WHAT THE TASK ASKS: In the listing below, find each line holding "stderr" and copy it.

EXTRACTED ENTRIES:
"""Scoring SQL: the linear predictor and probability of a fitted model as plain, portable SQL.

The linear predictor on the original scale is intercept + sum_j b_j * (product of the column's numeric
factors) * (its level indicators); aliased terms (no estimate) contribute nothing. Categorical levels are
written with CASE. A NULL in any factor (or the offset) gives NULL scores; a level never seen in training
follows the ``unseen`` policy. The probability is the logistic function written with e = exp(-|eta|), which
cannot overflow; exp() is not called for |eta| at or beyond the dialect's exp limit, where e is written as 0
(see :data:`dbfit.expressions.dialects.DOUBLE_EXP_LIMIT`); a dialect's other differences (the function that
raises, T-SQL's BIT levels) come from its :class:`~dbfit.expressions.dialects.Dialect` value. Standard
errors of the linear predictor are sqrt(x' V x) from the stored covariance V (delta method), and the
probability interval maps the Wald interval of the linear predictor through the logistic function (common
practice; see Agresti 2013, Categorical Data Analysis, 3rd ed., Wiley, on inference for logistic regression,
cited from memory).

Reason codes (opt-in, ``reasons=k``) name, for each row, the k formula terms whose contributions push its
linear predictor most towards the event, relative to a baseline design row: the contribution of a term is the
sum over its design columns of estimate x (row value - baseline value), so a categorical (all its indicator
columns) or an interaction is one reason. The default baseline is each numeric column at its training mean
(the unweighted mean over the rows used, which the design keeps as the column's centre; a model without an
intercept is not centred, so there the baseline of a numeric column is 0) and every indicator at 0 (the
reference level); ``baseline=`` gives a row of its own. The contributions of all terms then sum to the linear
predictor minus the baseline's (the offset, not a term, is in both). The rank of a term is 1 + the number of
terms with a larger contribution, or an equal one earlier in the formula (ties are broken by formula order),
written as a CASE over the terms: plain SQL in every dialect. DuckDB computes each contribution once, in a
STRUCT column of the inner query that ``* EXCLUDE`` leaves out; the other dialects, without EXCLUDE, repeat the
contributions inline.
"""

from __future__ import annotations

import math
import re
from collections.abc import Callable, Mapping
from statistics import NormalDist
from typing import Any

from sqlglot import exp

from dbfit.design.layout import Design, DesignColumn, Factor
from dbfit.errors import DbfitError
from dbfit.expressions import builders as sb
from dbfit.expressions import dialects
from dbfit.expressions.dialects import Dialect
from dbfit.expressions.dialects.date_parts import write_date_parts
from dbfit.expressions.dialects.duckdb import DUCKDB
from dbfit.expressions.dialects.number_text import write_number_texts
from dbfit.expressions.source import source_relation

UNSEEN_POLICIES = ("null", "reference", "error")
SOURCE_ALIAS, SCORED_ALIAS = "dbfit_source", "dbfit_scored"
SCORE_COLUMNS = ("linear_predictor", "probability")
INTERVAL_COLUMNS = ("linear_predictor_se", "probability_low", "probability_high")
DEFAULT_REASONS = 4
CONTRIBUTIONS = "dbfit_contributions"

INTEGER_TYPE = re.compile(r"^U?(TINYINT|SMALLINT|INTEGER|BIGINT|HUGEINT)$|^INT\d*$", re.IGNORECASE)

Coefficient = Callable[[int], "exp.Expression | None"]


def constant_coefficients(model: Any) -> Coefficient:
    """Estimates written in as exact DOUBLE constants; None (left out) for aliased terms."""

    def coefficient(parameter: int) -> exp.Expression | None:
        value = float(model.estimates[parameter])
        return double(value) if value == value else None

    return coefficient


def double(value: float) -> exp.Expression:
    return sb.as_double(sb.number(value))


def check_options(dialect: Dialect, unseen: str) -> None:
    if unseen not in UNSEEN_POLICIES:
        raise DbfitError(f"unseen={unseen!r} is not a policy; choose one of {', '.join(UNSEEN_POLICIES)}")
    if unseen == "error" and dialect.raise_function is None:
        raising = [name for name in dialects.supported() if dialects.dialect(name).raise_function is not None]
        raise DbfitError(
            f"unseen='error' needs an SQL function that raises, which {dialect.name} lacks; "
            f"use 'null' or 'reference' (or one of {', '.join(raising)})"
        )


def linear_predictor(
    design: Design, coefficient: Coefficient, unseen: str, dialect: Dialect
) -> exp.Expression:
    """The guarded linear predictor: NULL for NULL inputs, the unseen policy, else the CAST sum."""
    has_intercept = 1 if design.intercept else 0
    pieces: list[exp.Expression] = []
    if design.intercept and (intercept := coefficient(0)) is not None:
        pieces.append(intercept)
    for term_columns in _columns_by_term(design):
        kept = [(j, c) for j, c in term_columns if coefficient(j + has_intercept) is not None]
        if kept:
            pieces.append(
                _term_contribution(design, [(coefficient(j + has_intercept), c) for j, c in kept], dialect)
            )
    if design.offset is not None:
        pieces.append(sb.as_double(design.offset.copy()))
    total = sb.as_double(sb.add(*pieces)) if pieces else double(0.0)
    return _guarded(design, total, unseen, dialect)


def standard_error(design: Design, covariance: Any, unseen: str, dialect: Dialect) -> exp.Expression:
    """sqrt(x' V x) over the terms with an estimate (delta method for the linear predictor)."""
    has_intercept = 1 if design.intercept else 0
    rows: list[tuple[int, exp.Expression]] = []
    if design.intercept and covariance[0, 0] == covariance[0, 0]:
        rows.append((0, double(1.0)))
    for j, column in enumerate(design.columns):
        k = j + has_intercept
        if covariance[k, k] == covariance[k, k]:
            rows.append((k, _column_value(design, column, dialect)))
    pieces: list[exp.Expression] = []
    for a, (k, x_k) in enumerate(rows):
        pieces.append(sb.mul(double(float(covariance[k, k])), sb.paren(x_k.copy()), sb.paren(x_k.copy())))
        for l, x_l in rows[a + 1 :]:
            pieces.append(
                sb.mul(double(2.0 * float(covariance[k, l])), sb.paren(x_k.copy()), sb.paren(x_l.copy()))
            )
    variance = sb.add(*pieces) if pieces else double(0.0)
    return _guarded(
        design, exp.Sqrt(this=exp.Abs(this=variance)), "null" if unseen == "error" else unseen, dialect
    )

* * *

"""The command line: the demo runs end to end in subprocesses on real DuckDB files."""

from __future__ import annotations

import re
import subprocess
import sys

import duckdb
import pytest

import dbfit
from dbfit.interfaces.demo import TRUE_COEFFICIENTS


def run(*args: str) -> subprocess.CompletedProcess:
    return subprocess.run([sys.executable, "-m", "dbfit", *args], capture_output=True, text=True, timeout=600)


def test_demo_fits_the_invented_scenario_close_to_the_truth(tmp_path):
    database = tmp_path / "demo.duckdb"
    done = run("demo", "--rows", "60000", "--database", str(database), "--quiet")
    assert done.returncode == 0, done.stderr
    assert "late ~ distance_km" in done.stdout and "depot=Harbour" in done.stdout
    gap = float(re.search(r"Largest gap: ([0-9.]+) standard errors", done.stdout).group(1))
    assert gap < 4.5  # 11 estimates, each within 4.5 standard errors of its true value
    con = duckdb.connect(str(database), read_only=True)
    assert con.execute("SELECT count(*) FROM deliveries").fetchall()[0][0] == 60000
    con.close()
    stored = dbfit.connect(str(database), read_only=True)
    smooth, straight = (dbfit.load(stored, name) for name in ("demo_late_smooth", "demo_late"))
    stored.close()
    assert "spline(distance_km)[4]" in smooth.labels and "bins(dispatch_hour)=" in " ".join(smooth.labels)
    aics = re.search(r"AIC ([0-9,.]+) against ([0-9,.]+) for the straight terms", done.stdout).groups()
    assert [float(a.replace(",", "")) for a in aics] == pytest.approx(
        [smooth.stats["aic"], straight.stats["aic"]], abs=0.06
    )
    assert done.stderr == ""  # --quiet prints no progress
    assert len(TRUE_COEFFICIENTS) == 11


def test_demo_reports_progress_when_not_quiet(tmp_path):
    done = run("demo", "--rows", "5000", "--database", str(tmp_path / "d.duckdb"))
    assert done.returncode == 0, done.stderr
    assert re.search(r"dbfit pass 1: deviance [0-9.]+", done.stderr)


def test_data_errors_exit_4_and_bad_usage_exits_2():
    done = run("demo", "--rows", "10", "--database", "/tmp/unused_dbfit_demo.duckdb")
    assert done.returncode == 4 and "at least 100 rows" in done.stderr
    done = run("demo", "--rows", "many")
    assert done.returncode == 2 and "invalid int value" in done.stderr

* * *

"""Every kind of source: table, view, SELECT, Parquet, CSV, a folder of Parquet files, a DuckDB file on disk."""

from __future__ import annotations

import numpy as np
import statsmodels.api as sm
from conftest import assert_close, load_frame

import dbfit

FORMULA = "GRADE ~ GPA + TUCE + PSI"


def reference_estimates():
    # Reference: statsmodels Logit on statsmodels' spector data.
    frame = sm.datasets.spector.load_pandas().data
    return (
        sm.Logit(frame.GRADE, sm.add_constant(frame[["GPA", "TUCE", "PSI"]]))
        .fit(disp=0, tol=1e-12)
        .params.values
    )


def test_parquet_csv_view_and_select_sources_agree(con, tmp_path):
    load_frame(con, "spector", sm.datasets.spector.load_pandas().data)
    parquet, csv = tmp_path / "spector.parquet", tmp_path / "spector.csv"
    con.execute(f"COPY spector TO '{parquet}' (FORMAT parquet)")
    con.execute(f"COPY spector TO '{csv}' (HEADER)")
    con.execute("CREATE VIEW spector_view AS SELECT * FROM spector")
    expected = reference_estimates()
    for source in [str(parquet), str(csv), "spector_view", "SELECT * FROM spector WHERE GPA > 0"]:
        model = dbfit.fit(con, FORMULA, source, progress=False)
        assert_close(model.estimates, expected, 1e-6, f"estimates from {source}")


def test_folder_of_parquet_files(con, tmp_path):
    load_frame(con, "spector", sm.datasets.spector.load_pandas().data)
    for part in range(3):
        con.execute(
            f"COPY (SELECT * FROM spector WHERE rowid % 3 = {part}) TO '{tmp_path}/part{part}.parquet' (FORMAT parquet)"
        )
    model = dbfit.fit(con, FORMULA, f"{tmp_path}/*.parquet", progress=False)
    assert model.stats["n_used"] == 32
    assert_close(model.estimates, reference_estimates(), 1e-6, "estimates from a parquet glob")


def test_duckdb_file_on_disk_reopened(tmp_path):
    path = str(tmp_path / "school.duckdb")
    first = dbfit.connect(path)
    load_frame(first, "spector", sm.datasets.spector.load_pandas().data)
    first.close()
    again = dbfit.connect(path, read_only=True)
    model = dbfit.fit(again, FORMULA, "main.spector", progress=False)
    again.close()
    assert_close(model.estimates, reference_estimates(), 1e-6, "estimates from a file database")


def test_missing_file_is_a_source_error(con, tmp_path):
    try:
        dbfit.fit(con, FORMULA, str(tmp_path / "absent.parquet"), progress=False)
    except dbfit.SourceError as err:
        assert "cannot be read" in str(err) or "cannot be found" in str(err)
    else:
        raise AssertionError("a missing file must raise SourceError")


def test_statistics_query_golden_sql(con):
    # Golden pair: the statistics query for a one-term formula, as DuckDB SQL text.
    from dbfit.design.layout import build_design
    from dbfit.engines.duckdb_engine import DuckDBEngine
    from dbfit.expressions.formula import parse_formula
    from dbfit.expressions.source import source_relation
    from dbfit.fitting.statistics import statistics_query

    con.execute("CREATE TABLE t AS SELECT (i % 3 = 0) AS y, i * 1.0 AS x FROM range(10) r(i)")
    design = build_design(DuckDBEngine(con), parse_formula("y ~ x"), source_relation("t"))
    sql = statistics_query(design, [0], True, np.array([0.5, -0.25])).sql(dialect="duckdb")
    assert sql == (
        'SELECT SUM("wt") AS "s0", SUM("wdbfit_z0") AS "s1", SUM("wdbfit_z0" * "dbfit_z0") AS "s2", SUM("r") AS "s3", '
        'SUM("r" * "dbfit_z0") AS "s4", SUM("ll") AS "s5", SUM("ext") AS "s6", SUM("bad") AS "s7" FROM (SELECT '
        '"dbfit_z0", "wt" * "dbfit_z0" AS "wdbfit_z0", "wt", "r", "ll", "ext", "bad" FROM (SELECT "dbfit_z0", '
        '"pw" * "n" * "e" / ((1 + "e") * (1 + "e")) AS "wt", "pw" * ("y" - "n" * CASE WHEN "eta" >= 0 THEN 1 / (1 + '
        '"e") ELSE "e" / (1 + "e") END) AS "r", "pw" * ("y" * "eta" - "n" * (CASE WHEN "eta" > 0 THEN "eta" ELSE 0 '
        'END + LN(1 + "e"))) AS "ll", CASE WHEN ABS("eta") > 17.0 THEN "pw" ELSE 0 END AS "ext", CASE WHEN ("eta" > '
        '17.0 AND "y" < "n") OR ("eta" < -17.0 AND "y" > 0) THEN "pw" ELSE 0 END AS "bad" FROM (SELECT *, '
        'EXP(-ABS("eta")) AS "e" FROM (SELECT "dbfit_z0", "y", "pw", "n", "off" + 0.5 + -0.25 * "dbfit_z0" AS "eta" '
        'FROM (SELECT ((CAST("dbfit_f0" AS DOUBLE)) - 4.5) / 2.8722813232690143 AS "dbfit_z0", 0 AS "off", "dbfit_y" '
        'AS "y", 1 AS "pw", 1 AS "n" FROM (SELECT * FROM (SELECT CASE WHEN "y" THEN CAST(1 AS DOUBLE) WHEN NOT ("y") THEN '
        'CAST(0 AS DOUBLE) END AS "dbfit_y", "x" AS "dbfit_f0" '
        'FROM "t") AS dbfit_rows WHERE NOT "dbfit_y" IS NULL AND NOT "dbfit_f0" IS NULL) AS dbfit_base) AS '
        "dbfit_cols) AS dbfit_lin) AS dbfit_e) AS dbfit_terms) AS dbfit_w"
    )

EXERCISE OUTPUT:
    assert done.returncode == 0, done.stderr
    assert done.stderr == ""  # --quiet prints no progress
    assert done.returncode == 0, done.stderr
    assert re.search(r"dbfit pass 1: deviance [0-9.]+", done.stderr)
    assert done.returncode == 4 and "at least 100 rows" in done.stderr
    assert done.returncode == 2 and "invalid int value" in done.stderr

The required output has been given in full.